_Problem statement_. Transcribe only the lines of the listing below from the one holding "the figures their" through the one holding "def on(rule, data: dict[str, Any], subject: str)", inclusive, without any change.

*** Opening of Extracted data ***

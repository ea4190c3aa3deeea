"""controller.current-sense and controller.switch-thermal on values exactly on their limits, and
the figures their words quote: each test answers a mutant that survived the rules' own tests
(benchmarks/mutation_score.py on rules/controller/).

Invented parts: a 7S Li-ion pack (29.4 V full, 4.2 V a cell; Linden, from memory), a brushed
motor of 0.25 ohm behind a 20 A limit, a 10 mOhm switch at 4 kHz with 100 ns edges.
"""

from __future__ import annotations

import copy
from typing import Any

import pytest
from firstride_rules.controller.current_sense import RULE as CURRENT_SENSE
from firstride_rules.controller.switch_thermal import RULE as SWITCH_THERMAL

from reviewer.findings import Finding, Severity
from reviewer.testing import run_rule_on, variant

from .test_rule_controller import CONTROLLER, MOTOR
from .test_rule_sealed_controller import BUILD as SEALED_BUILD


def build(**controller: Any) -> dict[str, Any]:
    """The pack, motor and controller of tests/test_rule_controller.py, in 25 degC air."""
    return {
        "battery": {"chemistry": "li-ion", "cells_series": 7},
        "motors": [copy.deepcopy(MOTOR)],
        "controller": {**copy.deepcopy(CONTROLLER), **controller},
        "usage": {"ambient_temperature": "25 degC"},
    }


def on(rule, data: dict[str, Any], subject: str) -> Finding:
    (finding,) = [f for f in run_rule_on(rule, data) if f.subject == subject]
    return finding


# --- current-sense: the sensor's range -----------------------------------------------------------


def test_a_sensor_reading_exactly_the_limit_sees_it_but_not_the_stall():
    # the rule's docstring: stop only below the limit (the limit could never be seen); at the
    # 20 A limit it is a fix, below the 113 A cold stall (Ohm's law, 29.4 V / 0.26 ohm)
    at = on(CURRENT_SENSE, build(current_sensor_range="20 A"), "current sensor range")
    assert at.severity is Severity.FIX
    below = on(CURRENT_SENSE, build(current_sensor_range="19.9 A"), "current sensor range")
    assert below.severity is Severity.STOP


def test_a_sensor_reading_exactly_the_stall_current_passes():
    # Ohm's law: 29.4 V / (0.25 + 0.010) ohm = 113.1 A cold; a range reaching it (to the
    # float's last digit) does not saturate
    stall = on(CURRENT_SENSE, build(), "current sensor range").limit.m_as("A")
    assert stall == pytest.approx(29.4 / 0.26)
    at = on(CURRENT_SENSE, build(current_sensor_range=f"{stall!r} A"), "current sensor range")
    assert at.severity is Severity.PASS
    short = on(CURRENT_SENSE, build(current_sensor_range="113 A"), "current sensor range")
    assert short.severity is Severity.FIX


# --- current-sense: the averaging window ---------------------------------------------------------


def test_the_window_is_described_with_its_own_figures():
    # common practice: 200 samples at 10 kHz = 20 ms = 80 periods of a 4 kHz PWM
    finding = on(CURRENT_SENSE, build(), "current averaging window")
    assert finding.rationale.startswith(
        "200 samples at 10 kHz span 20 ms, 80 periods of the 4 kHz PWM: a whole number"
    )
    assert "A stall current flows up to 20 ms before the average shows it in full." in (
        finding.rationale
    )


def test_a_window_over_one_period_is_not_called_shorter_than_one():
    # common practice: 12 samples at 40 kHz = 0.3 ms = 1.2 periods of 4 kHz: 0.2 of a period
    # over a whole number, misreading a chopped average by up to 0.2 / 1.2 = 17 % of its peak
    data = build(current_samples_averaged=12, current_sample_rate="40 kHz")
    finding = on(CURRENT_SENSE, data, "current averaging window")
    assert finding.severity is Severity.FIX
    assert "shorter than one period" not in finding.rationale
    assert "0.2 of a period over a whole number" in finding.rationale
    assert "misread by up to 17 % of its peak" in finding.rationale


def test_the_window_remedy_quotes_periods_and_times_that_hold():
    # common practice: 12 samples span 5 periods of 5 kHz at 12 kHz, so 204 samples = 85
    # periods in 17 ms; or 83 whole periods in the 16.7 ms window of 200 samples at 4.98 kHz
    data = build(current_sample_rate="12 kHz", pwm_frequency="5 kHz")
    finding = on(CURRENT_SENSE, data, "current averaging window")
    assert finding.remedy == (
        "average 204 samples per update (85 whole PWM periods, 17 ms), or set the PWM "
        "frequency to 4.98 kHz (83 whole periods in the 16.7 ms window)"
    )


# --- switch-thermal: the junction on its target and on its rating --------------------------------

# Mohan, Undeland and Robbins (from memory): P = I^2 R_on,hot D + 0.5 V I (tr + tf) f_sw;
# 20^2 x 10 mOhm x 1.7 (the profile's hot factor, from memory) = 6.8 W and
# 0.5 x 29.4 V x 20 A x 200 ns x 4 kHz = 0.2352 W
LOSS_W = 20**2 * 0.010 * 1.7 + 0.5 * 29.4 * 20 * 200e-9 * 4000


def junction_with_sink(kelvin_per_watt: float) -> Finding:
    data = build(switch_thermal_resistance_sink_air=f"{kelvin_per_watt!r} K/W")
    (finding,) = [f for f in run_rule_on(SWITCH_THERMAL, data) if f.subject == "controller switch"]
    return finding


def test_a_junction_exactly_at_the_margin_target_passes():
    # JEDEC JESD51 (from memory): Tj = Ta + P (Rjc + Rcs + Rsa); 150 degC less the profile's
    # 25 K margin (common practice) is 125 degC, reached at Rsa = 100 K / P - 1.5 K/W
    finding = junction_with_sink(100.0 / LOSS_W - 1.5)
    assert finding.measured.m_as("degC") == pytest.approx(125.0)
    assert finding.severity is Severity.PASS
    assert junction_with_sink(100.5 / LOSS_W - 1.5).severity is Severity.FIX


def test_a_junction_exactly_at_its_rating_is_fix_not_stop():
    # JEDEC JESD51 (from memory): at Rsa = 125 K / P - 1.5 K/W the junction sits at its 150 degC
    # rating: within it (not a stop), but without the margin (fix)
    finding = junction_with_sink(125.0 / LOSS_W - 1.5)
    assert finding.measured.m_as("degC") == pytest.approx(150.0)
    assert finding.severity is Severity.FIX
    assert junction_with_sink(125.5 / LOSS_W - 1.5).severity is Severity.STOP


# --- switch-thermal: a sealed controller judged by its datasheet (rules/controller/_datasheet.py)

# tests/test_rule_sealed_controller.py's hub build, its limit raised to the 30 A continuous rating
SEALED = variant(SEALED_BUILD, controller__motor_current_limit="30 A")


def test_a_limit_exactly_at_the_continuous_rating_passes_and_says_it_is_held():
    # the controller's datasheet (builder's figures): a locked rotor held at the 30 A limit
    # (below sqrt(15 A x 42 V / 0.54 ohm) = 34.2 A, the battery limit's power balance) is
    # within a 30 A continuous rating; only the continuous rating is held while it stays locked
    found = {f.subject: f for f in run_rule_on(SWITCH_THERMAL, SEALED)}
    continuous = found["controller continuous rating"]
    assert continuous.measured.m_as("A") == pytest.approx(30.0)
    assert continuous.severity is Severity.PASS
    assert "(held for as long as the wheel stays locked)" in continuous.rationale
    assert "held for as long" not in found["controller peak rating"].rationale


def test_the_junction_finding_quotes_the_losses_it_worked_out():
    # Mohan, Undeland and Robbins (from memory): 20^2 x 10 mOhm x 1.7 = 6.8 W conducting at
    # 100 % duty, 0.235 W switching; JEDEC JESD51 (from memory): 25 degC + 7.04 W x 5.5 K/W
    finding = junction_with_sink(4.0)
    assert finding.rationale == (
        "At 20 A (the current limit) and 100 % duty, the switch loses 6.8 W in conduction "
        "(17 mΩ hot, 1.7 x its 25 °C figure) and 0.235 W in switching at 29.4 V and 4 kHz. "
        "7.04 W through 5.5 K/W from 25 °C puts the junction at 63.7 °C; it is rated 150 °C "
        "and the profile keeps 25 K in hand (125 °C)."
    )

*** Close of Extracted data ***

_Result_.
the figures their words quote: each test answers a mutant that survived the rules' own tests
(benchmarks/mutation_score.py on rules/controller/).

Invented parts: a 7S Li-ion pack (29.4 V full, 4.2 V a cell; Linden, from memory), a brushed
motor of 0.25 ohm behind a 20 A limit, a 10 mOhm switch at 4 kHz with 100 ns edges.
"""

from __future__ import annotations

import copy
from typing import Any

import pytest
from firstride_rules.controller.current_sense import RULE as CURRENT_SENSE
from firstride_rules.controller.switch_thermal import RULE as SWITCH_THERMAL

from reviewer.findings import Finding, Severity
from reviewer.testing import run_rule_on, variant

from .test_rule_controller import CONTROLLER, MOTOR
from .test_rule_sealed_controller import BUILD as SEALED_BUILD


def build(**controller: Any) -> dict[str, Any]:
    """The pack, motor and controller of tests/test_rule_controller.py, in 25 degC air."""
    return {
        "battery": {"chemistry": "li-ion", "cells_series": 7},
        "motors": [copy.deepcopy(MOTOR)],
        "controller": {**copy.deepcopy(CONTROLLER), **controller},
        "usage": {"ambient_temperature": "25 degC"},
    }


def on(rule, data: dict[str, Any], subject: str) -> Finding:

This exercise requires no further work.